Pull every line containing "None" from the entries.

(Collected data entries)
········

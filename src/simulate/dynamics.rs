//! The dynamics of the level scheme for the simulator: state energies, homogeneous dephasing
//! per coherence, population lifetimes per state, and a static Gaussian inhomogeneous
//! distribution of the state energies with a stated correlation between states. Compiled into
//! per-element complex rates `-i w_ab - G_ab` (rad/fs) and the linear maps from the random
//! energy offsets to each element's frequency offset.

use super::units::{EnergyUnit, TimeUnit};
use crate::model::LevelScheme;
use crate::pathways::Element;
use num_complex::Complex64;
use serde::Serialize;

/// The `[dynamics]` table of an experiment file, with state names resolved to indices.
#[derive(Clone, Debug, PartialEq, Serialize)]
pub struct Dynamics {
    /// Unit of energies, widths and the rotating frame.
    pub energy_unit: EnergyUnit,
    /// Unit of lifetimes (and, by default, of delays).
    pub time_unit: TimeUnit,
    /// Energy of each state in `energy_unit` (the ground state defaults to 0).
    pub energies: Vec<f64>,
    /// Pure-dephasing rate of every coherence without its own entry: the half width at half
    /// maximum of its Lorentzian, in `energy_unit`.
    pub dephasing: f64,
    /// Pure-dephasing rates of particular coherences `(a, b, width)`, either order.
    pub pair_dephasing: Vec<(usize, usize, f64)>,
    /// Population lifetime `T1` of each state in `time_unit`; `None` = no decay.
    pub lifetimes: Vec<Option<f64>>,
    /// Standard deviation of the static Gaussian offset of each single-quantum transition, in
    /// `energy_unit` (0 = homogeneous only).
    pub inhomogeneous: f64,
    /// Correlation in [0, 1] between the offsets of different states, per quantum: state `a`
    /// of manifold `m_a` is offset by `sigma m_a (sqrt(c) Z_0 + sqrt(1 - c) Z_a)` with
    /// independent standard normal `Z`. With `c = 1` every transition of the same manifold
    /// step shifts together (one environment coordinate).
    pub correlation: f64,
}

impl Dynamics {
    /// Homogeneous dynamics with every energy given and one dephasing width, no lifetimes and
    /// no inhomogeneity.
    pub fn homogeneous(energy_unit: EnergyUnit, energies: Vec<f64>, dephasing: f64) -> Dynamics {
        let n = energies.len();
        Dynamics {
            energy_unit,
            time_unit: TimeUnit::Femtosecond,
            energies,
            dephasing,
            pair_dephasing: Vec::new(),
            lifetimes: vec![None; n],
            inhomogeneous: 0.0,
            correlation: 1.0,
        }
    }

    fn pure_dephasing(&self, a: usize, b: usize) -> f64 {
        self.pair_dephasing
            .iter()
            .find(|&&(x, y, _)| (x, y) == (a, b) || (x, y) == (b, a))
            .map_or(self.dephasing, |&(_, _, w)| w)
    }

    fn decay_rate(&self, a: usize) -> f64 {
        self.lifetimes[a].map_or(0.0, |t1| 1.0 / (t1 * self.time_unit.fs()))
    }
}

/// Dynamics compiled for evaluation: everything in rad/fs.
#[derive(Clone, Debug)]
pub struct Propagator {
    /// `-i (w_ab - d_ab w_frame) - G_ab` for every element `(a, b)`, row-major by `a`.
    rates: Vec<Complex64>,
    /// Offset coefficients of each state on the random variables `Z_0, Z_1..Z_n` (rad/fs).
    offsets: Vec<Vec<f64>>,
    states: usize,
}

impl Propagator {
    /// Compile `dyn_` for `levels`, in a frame rotating at `frame` (in the energy unit) per
    /// quantum of excitation difference.
    pub fn new(levels: &LevelScheme, dyn_: &Dynamics, frame: f64) -> Propagator {
        let n = levels.states.len();
        let unit = dyn_.energy_unit;
        let w_frame = unit.to_angular(frame);
        let mut rates = Vec::with_capacity(n * n);
        for a in 0..n {
            for b in 0..n {
                let d = f64::from(levels.manifold(a)) - f64::from(levels.manifold(b));
                let w = unit.to_angular(dyn_.energies[a] - dyn_.energies[b]) - d * w_frame;
                let g = if a == b {
                    dyn_.decay_rate(a)
                } else {
                    unit.to_angular(dyn_.pure_dephasing(a, b))
                        + 0.5 * (dyn_.decay_rate(a) + dyn_.decay_rate(b))
                };
                rates.push(Complex64::new(-g, -w));
            }
        }
        let sigma = unit.to_angular(dyn_.inhomogeneous);
        let c = dyn_.correlation.clamp(0.0, 1.0);
        let offsets = (0..n)
            .map(|a| {
                let m = f64::from(levels.manifold(a));
                let mut v = vec![0.0; n + 1];
                v[0] = sigma * m * c.sqrt();
                v[a + 1] = sigma * m * (1.0 - c).sqrt();
                v
            })
            .collect();
        Propagator {
            rates,
            offsets,
            states: n,
        }
    }

    /// `-i w - G` of an element, rad/fs.
    pub fn rate(&self, e: &Element) -> Complex64 {
        self.rates[e.ket * self.states + e.bra]
    }

    /// The frequency offset of an element on the random variables (rad/fs per unit `Z`).
    pub fn offset(&self, e: &Element) -> Vec<f64> {
        self.offsets[e.ket]
            .iter()
            .zip(&self.offsets[e.bra])
            .map(|(a, b)| a - b)
            .collect()
    }

    /// True when the inhomogeneous width is zero.
    pub fn is_homogeneous(&self) -> bool {
        self.offsets.iter().flatten().all(|&x| x == 0.0)
    }
}

/// The frequency window `[lo, hi]` (in the energy unit) that holds every transition of the
/// level scheme with room for its lines: the transition energies widened on each side by
/// five times the broadest line (dephasing plus twice the inhomogeneous width) or a tenth of
/// their spread, and at least 2 % of the highest. `None` without transitions.
pub fn transition_window(levels: &LevelScheme, dyn_: &Dynamics) -> Option<[f64; 2]> {
    let energies: Vec<f64> = levels
        .transitions
        .iter()
        .map(|t| (dyn_.energies[t.upper] - dyn_.energies[t.lower]).abs())
        .collect();
    let lo = energies.iter().copied().fold(f64::INFINITY, f64::min);
    let hi = energies.iter().copied().fold(f64::NEG_INFINITY, f64::max);
    if !lo.is_finite() || !hi.is_finite() {
        return None;
    }
    let widest = dyn_
        .pair_dephasing
        .iter()
        .map(|p| p.2)
        .fold(dyn_.dephasing, f64::max);
    let margin = (5.0 * (widest + 2.0 * dyn_.inhomogeneous))
        .max(0.1 * (hi - lo))
        .max(0.02 * hi.abs())
        .max(f64::MIN_POSITIVE);
    Some([lo - margin, hi + margin])
}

········

(RESULT FOR THIS TASK)
    /// Population lifetime `T1` of each state in `time_unit`; `None` = no decay.
            lifetimes: vec![None; n],
/// their spread, and at least 2 % of the highest. `None` without transitions.
        return None;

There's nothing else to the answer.